I don't understand why water jet is expensive to run,
it is one of the easiest & cheapest manufacturing methods.
it would be cheaper than milling/boring.

with out a drawing & it's requirements it hard to discuss what is a viable manufacturing method would be.

punching would be cheaper if the the material thickness to punch diameter ratio will allow it. however halve of the hole lenth is deformed and not cut.

if the hole is critical the boring is an option as said before.

 

[SnTMan]

We burn (plasma cut) them.

Regards,

Mike

 

[Tmoose]

Are the lugs used so frequently fatigue will be an issue?

 

[mechmine]

There normally just used for the initial unloading and placement of equipment. After that there no longer used.

 

[MikeHalloran]

It may depend on the customer's specs.

My friends in the GOM oil patch insist on bored and reamed holes and full penetration welds on all lifting lugs.



Mike Halloran
Pembroke Pines, FL, USA

 

[dhengr]

O.K., we may not be talking about fatigue here. In fact, neither EngineeringTex or I were talking only about fatigue (maybe a bad word selection), but we were talking about stress raisers, hard spots at high stress points, and potential fracture. I’ll say ‘ill proportioned’ one more time and then quit beating my head against a brick wall. You should not be using a 1.75" dia. hole for a 7/8" shackle pin, the bearing stresses will be quite high. Use a 1" dia. hole and save a bunch of machining cost, but still check the pin bearing stresses. And, you should not be using a 1/2" pl. with those shackles, because the pins are intended to be loaded in double shear, not bending. Finally, without some special corner prep. at the four corners on the lifting plate, about 1/2" high, at the piece of equip., your 1/4" fillet weld all around, will likely leave stress raisers at each of the four corners. Mike usually gives darn good advice, but he keeps bad company. For some reason M.E’s think every weld should be full pen., at great cost, and for little benefit in many cases. To convince them otherwise seems to be a tough sell. Although, rough use, abuse, fatigue and fracture are all applicable terms for the oil patch, and we don’t always control the purchaser’s spec. so he may be right.

You may get by with this design because it’s only used once, or a few times in its life; or the actual load is fairly light and those are the only shackles the end user has. But, that doesn’t make this good design, or indicate a real understanding of the problem.

 

[MikeHalloran]

I suppose the lift environment makes a difference.

Drop a skid in the dirt next to a landborne rig, and you get to dust it off and maybe unbend a few things.

Drop it next to a drilling platform, and somebody pays millions a day while you fish it out of the water or build a replacement. I'm guessing that something like that happened once a long time ago, and everyone decided that full-pen welds are cheaper than delay.

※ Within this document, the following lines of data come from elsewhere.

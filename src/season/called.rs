//! What a day calls a decision for, besides a limit that is broken.
//!
//! Methods: `docs/methods.md`, section 8.

use chrono::NaiveDate;

use crate::mix::limits::notice;
use crate::site::{Outage, Outlet, Site};
use crate::target::Target;

use super::decide::{Decision, Why};
use super::run::{Choosing, Setup};
use super::strategy::changes_on;

/// What calls for a decision on a date: rules that change, an outage that is over, a crew that can come, then the days
/// that have passed. `None` where nothing does.
pub(super) fn called(setup: &Setup, site: &Site, decides: NaiveDate, date: NaiveDate) -> Option<Why> {
    let first = || {
        rule(site, date)
            .or_else(|| over(site, date).next().map(Why::OutageOver))
            .or_else(|| crew(setup, site, date))
    };
    first().or_else(|| is_due(setup, decides, date).then_some(Why::Due))
}

/// Whether something is decided on a date because its time has come.
fn is_due(setup: &Setup, decides: NaiveDate, date: NaiveDate) -> bool {
    let from = if let Choosing::Held(_, until) = &setup.choosing { *until } else { decides };
    let passed = (date - from).num_days();
    let is_turn = passed >= 0 && passed % i64::from(setup.decide_days.max(1)) == 0;
    is_turn || changes_on(setup, date)
}

/// A hard rule that begins on a date, else one whose last day was the day before.
fn rule(site: &Site, date: NaiveDate) -> Option<Why> {
    let before = date.pred_opt()?;
    let changes = |begins: bool| {
        let is_one = |rule: &Target| {
            let on = |date| rule.valid_on(date, site.year_type.as_deref());
            !rule.soft && on(date) == begins && on(before) != begins
        };
        let target = site.targets.iter().position(is_one)?;
        Some(Why::Rule { target, begins })
    };
    changes(true).or_else(|| changes(false))
}

/// The outlets whose outage ended the day before a date, in the order of the site.
fn over(site: &Site, date: NaiveDate) -> impl Iterator<Item = usize> + '_ {
    let outages = &site.limits.outages;
    let ended = move |o: &Outage| o.to.and_then(|to| to.succ_opt()) == Some(date);
    let of = |outlet: usize| outages.iter().filter(move |o| o.outlet == outlet);
    (0..site.outlets.len()).filter(move |&o| of(o).any(ended) && !of(o).any(|out| out.covers(date)))
}

/// An outlet whose crew can come from a date on.
fn crew(setup: &Setup, site: &Site, date: NaiveDate) -> Option<Why> {
    site.outlets.iter().position(|o| comes(setup, o) == Some(date)).map(Why::Crew)
}

/// The first day on which the crew of an outlet can come: it is told no sooner than gates may be moved. `None` where it
/// needs no notice, and where nobody knows how the gates stand.
fn comes(setup: &Setup, outlet: &Outlet) -> Option<NaiveDate> {
    setup.now?;
    setup.decides.checked_add_days(notice(outlet.crew.lead_days)?)
}

/// Outlets whose crew cannot have come yet on a date.
pub(super) fn waiting(setup: &Setup, site: &Site, date: NaiveDate) -> Vec<usize> {
    let waits = |o: &Outlet| comes(setup, o).is_some_and(|comes| date < comes);
    site.outlets.iter().enumerate().filter(|(_, o)| waits(o)).map(|(outlet, _)| outlet).collect()
}

/// What called for a decision, in words; `None` where its time had come, or a limit was broken.
pub(super) fn because(site: &Site, decision: &Decision) -> Option<String> {
    match decision.why {
        Why::Begin | Why::Due | Why::Forced(_) => None,
        Why::Rule { target, begins } => {
            let rule = site.targets.get(target)?;
            Some(format!("`{}` {}", rule.name, if begins { "begins" } else { "has ended" }))
        }
        Why::OutageOver(_) => {
            let names: Vec<String> =
                over(site, decision.date).map(|o| format!("`{}`", site.outlets[o].name)).collect();
            Some(format!("the outage of {} is over", names.join(", ")))
        }
        Why::Crew(_) => Some("a crew can come from this day on".to_owned()),
    }
}
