//! A season so small that every way to set its gates can be followed.
//!
//! Methods: `docs/methods.md`, section 8.

use std::cmp::Ordering;
use std::sync::Arc;

use crate::rank::Progress;
use crate::site::Strategy;

use super::decide::NoMix;
use super::going::Going;
use super::run::{Run, Setup};
use super::tally::Score;

/// Most mixes allowed at each decision (choice).
const MOST_MIXES: usize = 4;
/// Most decisions that are due (choice).
const MOST_DECISIONS: usize = 8;
/// Most decisions followed in all (choice: minutes of one core); a season that takes more is searched by aims.
const MOST_FOLLOWED: usize = 20_000;

/// Share of the work that the season day by day counts for (choice).
const DAILY_SHARE: f64 = 0.05;

/// What stands in the way of following every mix.
#[derive(Debug, Clone, Copy, PartialEq, Eq)]
pub(super) enum Stop {
    /// The caller stopped it, or the cast shows no water.
    Cancelled,
    /// There are more than are followed.
    TooLarge,
}

/// The best of all ways to set the gates of a season, where at each decision no more than a few mixes are allowed:
/// depth first, the best of the day first, a branch left where its days so far are already as bad as the best season
/// known.
///
/// `daily` sets the best of each day, with `count` decisions due.
///
/// # Errors
/// A larger season, or a caller who stops it.
pub(super) fn exact(daily: &Setup, count: usize, progress: Progress) -> Result<Run, Stop> {
    if count > MOST_DECISIONS {
        return Err(Stop::TooLarge);
    }
    let going = Going::new(daily).ok_or(Stop::Cancelled)?;
    // a larger season shows it at its first decision, before any is run
    let mut walk = Walk { daily, best: None, followed: 0, done: 0.0, progress };
    let first = walk.next_choice(going.clone())?.ok_or(Stop::TooLarge)?;
    let mut run = going.finished(&|done| progress(DAILY_SHARE * done)).ok_or(Stop::Cancelled)?;
    run.aims = Some(Arc::new(vec![0.0; count]));
    walk.best = Some((Score::of(daily, &run), run));
    walk.branches(first, (DAILY_SHARE, 1.0 - DAILY_SHARE))?;
    let (_, run) = walk.best.ok_or(Stop::Cancelled)?;
    Ok(Run { strategy: Strategy::Thrift.name().to_owned(), ..run })
}

struct Walk<'a> {
    daily: &'a Setup<'a>,
    best: Option<(Score, Run)>,
    followed: usize,
    /// Share of the work done: of each fork of the tree the branches left behind.
    done: f64,
    progress: Progress<'a>,
}

/// Seasons under way, one for each mix of a decision.
type Choices<'a> = Vec<Going<'a>>;

impl<'a> Walk<'a> {
    /// Goes on to the next decision and makes it in every way there is. `None` where the season ends before.
    fn next_choice(&mut self, mut going: Going<'a>) -> Result<Option<Choices<'a>>, Stop> {
        while going.is_on() {
            let Some(morning) = going.morning() else { break };
            let Some(why) = going.why(&morning) else {
                going.pass(morning, None);
                continue;
            };
            self.followed += 1;
            if self.followed > MOST_FOLLOWED {
                return Err(Stop::TooLarge);
            }
            let done = self.done;
            if (self.progress)(done).is_break() {
                return Err(Stop::Cancelled);
            }
            let quiet = |_: f64| (self.progress)(done);
            match going.every(&morning, why, MOST_MIXES, &quiet) {
                Ok(Some(every)) => {
                    let choices = every.into_iter().map(|decision| {
                        let mut next = going.clone();
                        next.pass(morning.clone(), decision);
                        next
                    });
                    return Ok(Some(choices.collect()));
                }
                Ok(None) => return Err(Stop::TooLarge),
                Err(NoMix::Cancelled) => return Err(Stop::Cancelled),
                Err(NoMix::Allowed(check, words)) => going.end(morning.date(), words, check),
            }
        }
        self.ended(going.run);
        Ok(None)
    }

    /// Follows seasons under way to their ends: this much of the work from so much on.
    fn branches(&mut self, choices: Choices<'a>, (from, all): (f64, f64)) -> Result<(), Stop> {
        let each = all / choices.len().max(1) as f64;
        for (i, going) in choices.into_iter().enumerate() {
            self.done = from + i as f64 * each;
            if self.is_beaten(&going.run) {
                continue;
            }
            if let Some(next) = self.next_choice(going)? {
                self.branches(next, (self.done, each))?;
            }
        }
        Ok(())
    }

    /// Whether the days so far are no better than the best season: what comes cannot make them better.
    fn is_beaten(&self, run: &Run) -> bool {
        let skies = self.daily.skies;
        let so_far = Score {
            moves: run.decisions.iter().map(|d| d.moves).sum(),
            ..Score::of_days(&skies.site, &skies.conditions, &run.days)
        };
        self.best.as_ref().is_some_and(|(best, _)| so_far.order(best) != Ordering::Less)
    }

    fn ended(&mut self, run: Run) {
        let score = Score::of(self.daily, &run);
        if self.best.as_ref().is_none_or(|(best, _)| score.order(best).is_lt()) {
            self.best = Some((score, Run { aims: None, ..run }));
        }
    }
}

Not my rule. To tell the truth, my (now former) fab crew just flat refused to build skids any other way. ... and had finished building my first skids before I had finished reading the specs we were to meet. I'll miss those guys.




Mike Halloran
Pembroke Pines, FL, USA

 

[boo1]

ASME BTH-1–2005 Design of Below-the-Hook Lifting Devices

3-3.3.3 Fatigue Loading
"Pin holes in connections designed for Service Classes
1 through 4 shall be drilled, reamed, or otherwise finished
to provide a maximum surface roughness of 500 micro-in. (12.5 micro-m) around the inside surface of the hole."
Commentary:
"Pin holes in lifting devices used in construction
(Service Class 0) are at times flame cut. Experience
shows that this is acceptable practice for devices not
subject to cyclic loading. Connections in devices
designed for Service Classes 1 through 4 shall be
machined as required to avoid the notches that result
from flame cutting."

3-3.3.5 Pin-to-Hole Clearance.
when the diameter of the pin hole is greater than 110% of the diameter of the, the effect of the clearance shall be taken into account when determining the strength of the connection.